The second is a deliberate give attention to agentic functionality. DeepSeek’s announcement states that V4 Professional is “open-source SOTA in Agentic Coding benchmarks” and notes that V4 has been built-in with a number of main AI agent instruments, together with Anthropic’s Claude Code. DeepSeek additionally says it has deployed V4 Professional internally as its personal coding agent. Counterpoint’s Wei Solar described its benchmark profile as suggesting “wonderful agent functionality at considerably decrease value.”
This connects to a query now we have lined at size: whether or not AI copilots truly take away work from groups, or simply add one other assessment step. The reply normally comes down as to if a mannequin causes throughout a full workflow or solely responds to particular person prompts. V4 is constructed for the previous. As we reported on 2026 automation tendencies, enterprise patrons need to know whether or not AI options minimize admin and enhance execution. A succesful mannequin at open-source value modifications what’s price automating: duties too costly to run constantly via an AI agent begin to look viable. Mannequin value is among the predominant causes agentic deployments stall earlier than they scale.
The open-source case, and what to observe for
The MIT licence means any organisation can obtain the weights, run the mannequin by itself servers, and pay nothing per question. For regulated industries with laborious knowledge residency necessities, a 1 million-token mannequin that processes contracts, affected person information, or case recordsdata on-premises is a special proposition from something out there at this value level six months in the past. IT groups reviewing their AI readiness throughout the UC stack ought to issue that in now, even when deployment is months away.
The constraints are actual. V4 handles textual content solely — no audio, photographs, or video. Operating 1.6 trillion parameters on-premises calls for severe {hardware}. DeepSeek educated V4 in partnership with Huawei, which confirmed in a press release that its Ascend 950-based Supernode clusters supported the work. Meaning V4 runs on Chinese language home chips, not Nvidia — related for organisations with US export compliance guidelines or geopolitical procurement insurance policies. The US authorities has accused Chinese language AI labs of large-scale IP distillation from American fashions.

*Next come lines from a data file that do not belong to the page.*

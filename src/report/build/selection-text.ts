import type { Assignment, Selection } from '../../arrangement/selection.js';
import { formatQuantity } from '../../quantity/format-quantity.js';
import { listed } from '../../quantity/listed.js';
import { roundedDown } from '../../quantity/rounded-down.js';
import { alignTable } from '../align.js';
import { printableData } from '../printable.js';
import type { Style } from '../style.js';
import { brief } from './brief.js';
import { headingText } from './heading-text.js';
import { cautionsText, partsText } from './parts-text.js';
import { bullets, prose, section, sentence, text } from './prose.js';
import { concernsText, sourcesText } from './records-text.js';
import { standingText } from './standing-text.js';
import { chosenOf, firstDrawn, inSigns, wished } from './supply-signs.js';

/** Which modules of a drawer to put together, for a terminal or a text file. */
export function selectionAsText(worked: Selection, style: Style): string {
  const selection = printableData(worked);
  const { best, next } = selection;
  const chosen = chosenOf(selection);
  const only = firstDrawn(selection);
  return text([
    headingText(title(selection), chosen, style),
    answer(selection, style),
    best === undefined ? '' : assignmentText('Best', best, style),
    next === undefined ? '' : assignmentText('Next best', next, style),
    restText(selection, style),
    only === undefined ? '' : prose(sentence(only)),
    partsText(selection, style),
    cautionsText(selection, style),
    concernsText(selection, style),
    sourcesText(chosen, style),
  ]);
}

function title({ wish }: Selection): string {
  const supplies = wish.supplies === 1 ? 'One supply' : `${wish.supplies} supplies`;
  return `${supplies} out of a drawer: ${wished(wish)}`;
}

function answer(selection: Selection, style: Style): string {
  const { best, margin, standing } = selection;
  const what = best === undefined ? '' : feeds(best);
  const first = standingText(selection, { what, tooLittle: what }, style);
  const more =
    standing.kind === 'may-be-built' && margin !== undefined ? [prose(sentence(margin.sentence))] : [];
  return [first, ...more].join('\n');
}

function feeds({ supplies, recommended }: Assignment): string {
  const each = supplies.length === 1 ? 'feeds' : 'each feed';
  return `${listed(supplies.map(inSigns))} ${each} up to ${roundedDown(recommended, 'current')} continuously`;
}

function assignmentText(
  name: string,
  { supplies, recommended, imbalance, ballast }: Assignment,
  style: Style,
): string {
  const shares = supplies.some(({ groups }) => groups.some(({ modules }) => modules.length > 1));
  const head = ['', 'continuously', shares ? 'worst imbalance' : ''];
  const rows = supplies.map((supply) => [
    inSigns(supply),
    roundedDown(supply.recommended, 'current'),
    supply.groups.some(({ modules }) => modules.length > 1)
      ? inPercent(Math.max(...supply.groups.map((group) => group.imbalance)))
      : '',
  ]);
  const weakest =
    supplies.length === 1
      ? []
      : [['weakest of them', roundedDown(recommended, 'current'), imbalance > 0 ? inPercent(imbalance) : '']];
  const through = ballast === undefined ? '' : `through ${formatQuantity(ballast, 'resistance')} each; `;
  return section(
    name,
    alignTable([head, ...rows, ...weakest], ['left', 'right', 'right']),
    style,
    `${through}∥ side by side, + in a stack, the lowest first`,
  );
}

function restText({ unused, leftOut, considered }: Selection, style: Style): string {
  const lines = [
    ...(unused.length === 0 ? [] : [`Left over: ${listed(unused)}`]),
    ...leftOutInWords(leftOut),
    ...(considered > 1 ? [`${considered} assignments were compared`] : []),
  ];
  return section('The rest of the drawer', bullets(lines), style);
}

/** Those left out for the same reason together. */
function leftOutInWords(leftOut: Selection['leftOut']): readonly string[] {
  const alike = new Map<string, string[]>();
  for (const { module, why } of leftOut) alike.set(why, [...(alike.get(why) ?? []), module]);
  return [...alike].map(([why, names]) =>
    names.length === 1
      ? `${listed(names)} was left out: ${why}`
      : `Each of ${listed(names)} was left out: ${why}`,
  );
}

function inPercent(ratio: number): string {
  return brief(Number(ratio.toPrecision(2)), 'ratio');
}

Some shopping for groups might want to work via that earlier than they’ll proceed.
Rishav Ganguli, founding father of New Daybreak AI, spoke to The Nationwide concerning the wider shift this week:
“For the final two years, lots of technique has been constructed on the idea {that a} small variety of US labs would sit on the prime of a steep functionality curve, and everybody else would pay to hire from them. That assumption is being repriced in actual time.”
What productiveness groups ought to do now
Gartner forecasts that 40% of enterprise functions will embrace task-specific AI brokers by the tip of 2026, up from underneath 5% in 2025. Each one runs on a mannequin. When that mannequin’s value drops sharply and its weights are freely out there, the enterprise case for automation will get simpler to put in writing.
V4 shouldn’t be a completed product. It’s a preview, text-only, and trails the highest closed-source fashions on some duties. DeepSeek has not given a timeline for a remaining launch. However for groups wanting to check agentic automation with out committing to a proprietary API contract, the mix of functionality, context size, and value is difficult to disregard. Run a parallel workflow take a look at towards your present setup and see whether or not the associated fee distinction holds at your quantity.